The law tends to emphasise rationality but courtrooms are often sites where emotions are displayed and lawyers appeal to emotions to strengthen their arguments. This panel examines the complex relations between emotions and the law drawing on ethnographies of legal discourse, courts and disputes.

Long Abstract:

Legal thinking tends to emphasise rationality but courtrooms are often sites where emotions are displayed and lawyers appeal to emotions to strengthen their arguments. This panel examines the complex relations between emotions and the law drawing on ethnographies of legal discourses, courts and disputes. Engaging current scholarship on emotions the panel adopts a cross-cultural perspective on displays and appeals to emotions in legal settings. Emotions are ambivalent. On the one hand, they can pose a challenge to careful legal argumentation but, on the other hand, the law's legitimacy depends on emotional recognition that legal decisions are just. Legal cosmology necessarily involves emotions giving meaning to moral and legal judgments.

Cultural differences are key to the anthropology of emotions and/in law. For example, people from different cultural backgrounds may express their emotions in different ways.

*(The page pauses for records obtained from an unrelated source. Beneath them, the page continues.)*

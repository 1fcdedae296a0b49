//! Horizon domains: turns an interpreted grid into a positive-down depth in CRS length units,
//! the form the window fit and the curvature signs expect, honouring what the file declares.
//!
//! - depth: positive down, in `z_unit` (metres, international feet or US survey feet);
//! - time: two-way time in ms (seconds are converted), positive down; depth = V t / 2000 with V
//!   an average velocity in m/s (constant or a grid on the same cells) — the standard vertical
//!   time-depth conversion (common practice). Without the conversion, slope-dependent
//!   attributes mix ms and metres and are meaningless;
//! - elevation: positive up, in `z_unit`; negated so that antiforms stay positive.
//!
//! Declarations: a band's unit type (GDAL `GetUnitType`, or the unit suffix of a point list's
//! value column: `ft`, `foot`, `m`, `metre`, `ms`, `s`, ...) and a value name (`twt`, `time`,
//! `depth`, `elevation`) declare the domain and unit; a caller's flag that contradicts them is
//! refused naming both. Without a declaration the z unit defaults to the CRS's linear unit
//! (feet for a CRS in feet) and the domain to depth; the report says which default applied.
//! Velocities outside [`PLAUSIBLE_VELOCITY_M_S`] are refused as a probable unit mix-up.

use crate::error::{FlexureError, Result};
use crate::grid::{Grid, GridGeometry};
use crate::io::{read_raster, ReadOptions};
use ndarray::{Array2, Zip};
use std::path::{Path, PathBuf};

/// What the grid values measure.
#[derive(Clone, Copy, Debug, PartialEq, Eq)]
pub enum Domain {
    /// Depth below a datum, positive down.
    Depth,
    /// Two-way traveltime in milliseconds, positive down.
    Time,
    /// Elevation above a datum, positive up.
    Elevation,
}

impl Domain {
    /// Lower-case name (`depth`, `time`, `elevation`).
    pub fn name(self) -> &'static str {
        match self {
            Domain::Depth => "depth",
            Domain::Time => "time",
            Domain::Elevation => "elevation",
        }
    }
}

/// Unit of depth or elevation values.
#[derive(Clone, Copy, Debug, PartialEq, Eq)]
pub enum ZUnit {
    /// Metres.
    Metre,
    /// International feet (0.3048 m).
    Foot,
    /// US survey feet (1200/3937 m).
    UsFoot,
}

impl ZUnit {
    /// Metres per unit.
    pub fn metres(self) -> f64 {
        match self {
            ZUnit::Metre => 1.0,
            ZUnit::Foot => 0.3048,
            ZUnit::UsFoot => 1200.0 / 3937.0,
        }
    }

    /// Short name (`m`, `ft`, `us-ft`).
    pub fn name(self) -> &'static str {
        match self {
            ZUnit::Metre => "m",
            ZUnit::Foot => "ft",
            ZUnit::UsFoot => "us-ft",
        }
    }

    /// The length unit a text names (`m`, `metre(s)`, `meter(s)`, `ft`, `foot`, `feet`,
    /// `intl ft`, `international foot`, `usft`, `us-ft`, `ftus`, `US survey foot`),
    /// case-insensitive, ignoring spaces, `-`, `_` and `.`; `None` for anything else.
    pub fn parse(text: &str) -> Option<ZUnit> {
        match unit_key(text).as_str() {
            "m" | "metre" | "metres" | "meter" | "meters" => Some(ZUnit::Metre),
            "ft" | "foot" | "feet" | "intlft" | "internationalfoot" | "internationalfeet" => {
                Some(ZUnit::Foot)
            }
            "usft" | "ftus" | "ussurveyfoot" | "ussurveyfeet" | "surveyfoot" | "surveyfeet" => {
                Some(ZUnit::UsFoot)
            }
            _ => None,
        }
    }

    /// The unit whose length in metres is `metres_per_unit` (a CRS's linear unit), if any.
    pub fn from_metres(metres_per_unit: f64) -> Option<ZUnit> {
        [ZUnit::Metre, ZUnit::Foot, ZUnit::UsFoot]
            .into_iter()
            .find(|u| (u.metres() - metres_per_unit).abs() < 1e-9)
    }
}

/// A unit text lower-cased without spaces, `-`, `_` and `.`, for matching.
fn unit_key(text: &str) -> String {
    text.chars()
        .filter(|c| !matches!(c, ' ' | '-' | '_' | '.'))
        .flat_map(char::to_lowercase)
        .collect()
}

/// What a unit text declares about values.
#[derive(Clone, Copy, Debug, PartialEq, Eq)]
pub enum DeclaredUnit {
    /// A length (depth or elevation).
    Length(ZUnit),
    /// Milliseconds.
    Milliseconds,
    /// Seconds (converted to ms on reading).
    Seconds,
}

impl DeclaredUnit {
    /// Short name (`m`, `ft`, `us-ft`, `ms`, `s`).
    pub fn name(self) -> &'static str {
        match self {
            DeclaredUnit::Length(u) => u.name(),
            DeclaredUnit::Milliseconds => "ms",
            DeclaredUnit::Seconds => "s",
        }
    }

    /// Parses a unit text: a length unit (see [`ZUnit::parse`]) or `ms`, `msec`,
    /// `millisecond(s)`, `s`, `sec`, `second(s)` (case-insensitive, ignoring spaces, `-`, `_`
    /// and `.`); `None` for an empty or unknown text.
    pub fn parse(text: &str) -> Option<DeclaredUnit> {
        if let Some(u) = ZUnit::parse(text) {
            return Some(DeclaredUnit::Length(u));
        }
        match unit_key(text).as_str() {
            "ms" | "msec" | "millisecond" | "milliseconds" => Some(DeclaredUnit::Milliseconds),
            "s" | "sec" | "second" | "seconds" => Some(DeclaredUnit::Seconds),
            _ => None,
        }
    }
}

/// The domain a value name declares (`twt`, `time` -> time; `depth`, `tvdss` -> depth;
/// `elevation`, `elev` -> elevation), case-insensitive; `None` for any other name.
pub fn domain_from_name(name: &str) -> Option<Domain> {
    match name.trim().to_lowercase().as_str() {
        "twt" | "time" | "two-way time" | "twt ms" => Some(Domain::Time),
        "depth" | "tvdss" => Some(Domain::Depth),
        "elevation" | "elev" => Some(Domain::Elevation),
        _ => None,
    }
}

/// Unit of velocities.
#[derive(Clone, Copy, Debug, PartialEq, Eq)]
pub enum VelocityUnit {
    /// Metres per second.
    MetrePerSecond,
    /// International feet per second.
    FootPerSecond,
}

impl VelocityUnit {
    /// Metres per second per unit.
    pub fn metres_per_second(self) -> f64 {
        match self {
            VelocityUnit::MetrePerSecond => 1.0,
            VelocityUnit::FootPerSecond => 0.3048,
        }
    }

    /// Short name (`m/s`, `ft/s`).
    pub fn name(self) -> &'static str {
        match self {
            VelocityUnit::MetrePerSecond => "m/s",
            VelocityUnit::FootPerSecond => "ft/s",
        }
    }

    /// Parses a declared unit text (`m/s`, `m s-1`, `ft/s`, `ft s-1`, ...).
    pub fn parse(text: &str) -> Option<VelocityUnit> {
        let t: String = text
            .to_lowercase()
            .chars()
            .filter(|c| !c.is_whitespace())
            .collect();
        match t.as_str() {
            "m/s" | "ms-1" | "m/sec" | "mps" => Some(VelocityUnit::MetrePerSecond),
            "ft/s" | "fts-1" | "ft/sec" | "fps" | "feet/s" => Some(VelocityUnit::FootPerSecond),
            _ => None,
        }
    }
}

/// Plausible range of average velocities of sedimentary sections, m/s: from about water
/// velocity (1480 m/s) to fast carbonates and evaporites (common practice, rounded outwards).
pub const PLAUSIBLE_VELOCITY_M_S: (f64, f64) = (1400.0, 7000.0);

/// Where the average velocity of a time grid comes from.
#[derive(Clone, Debug, PartialEq)]
pub enum VelocitySource {
    /// None given.
    None,
    /// One value, in the job's velocity unit.
    Constant(f64),
    /// A grid of values on the horizon's cells, read from the named file.
    Grid(PathBuf),
}

/// A horizon to read and convert: the file, the domain and units the caller states (`None`:
/// take the file's declaration or the default) and the velocity of a time horizon.
#[derive(Clone, Debug, PartialEq)]
pub struct HorizonSource {
    /// Horizon grid (raster or point list).
    pub path: PathBuf,
    /// What the values measure; from the file's declaration, else depth, when `None`.
    pub domain: Option<Domain>,
    /// Unit of the values (a length, or ms or s, which means time); from the file, else
    /// the CRS unit, when `None`. A unit the file declares otherwise is refused.
    pub z_unit: Option<DeclaredUnit>,
    /// Whether values increase upward (`Some(true)`: negative depths or times, as some
    /// packages export them) or downward; `None`: downward for depth and time, upward for
    /// elevation. Depth and time grids whose values are mostly negative are refused unless
    /// this is given.
    pub positive_up: Option<bool>,
    /// Velocity of a time horizon.
    pub velocity: VelocitySource,
    /// Unit of the velocity; from the velocity grid's declaration, else m/s, when `None`.
    pub velocity_unit: Option<VelocityUnit>,
}

/// A horizon read and converted to positive-down depth.
#[derive(Clone, Debug)]
pub struct Horizon {
    /// Where the grid lies (the values as read are converted to `depth` in place and not
    /// kept beside it).
    pub geometry: GridGeometry,
    /// Share of the input's cells that are null, as read.
    pub input_null_share: f64,
    /// Positive-down depth in CRS length units (NaN nulls).
    pub depth: Array2<f64>,
    /// What the values measure.
    pub domain: Domain,
    /// Unit of the stored lengths (depth and elevation horizons).
    pub z_unit: Option<ZUnit>,
    /// The velocity used, in words (`none`, `3200 m/s`, `grid FILE (m/s)`).
    pub velocity: String,
    /// How the domain and units were decided, and anything the readers noticed.
    pub notes: Vec<String>,
}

This can create misunderstandings and confusion in the courtroom. There are also considerable differences between different legal systems. Whilst in one socio-cultural setting emotions are expected to be kept in check in another it might be expected to express emotions in a certain way.

The ethnography of the multifarious connections between reason and emotions in legal settings provides a new perspective for the anthropology of law and governance. Further, it offers an empirically grounded contribution to wider debates about emotions in the humanities and social sciences.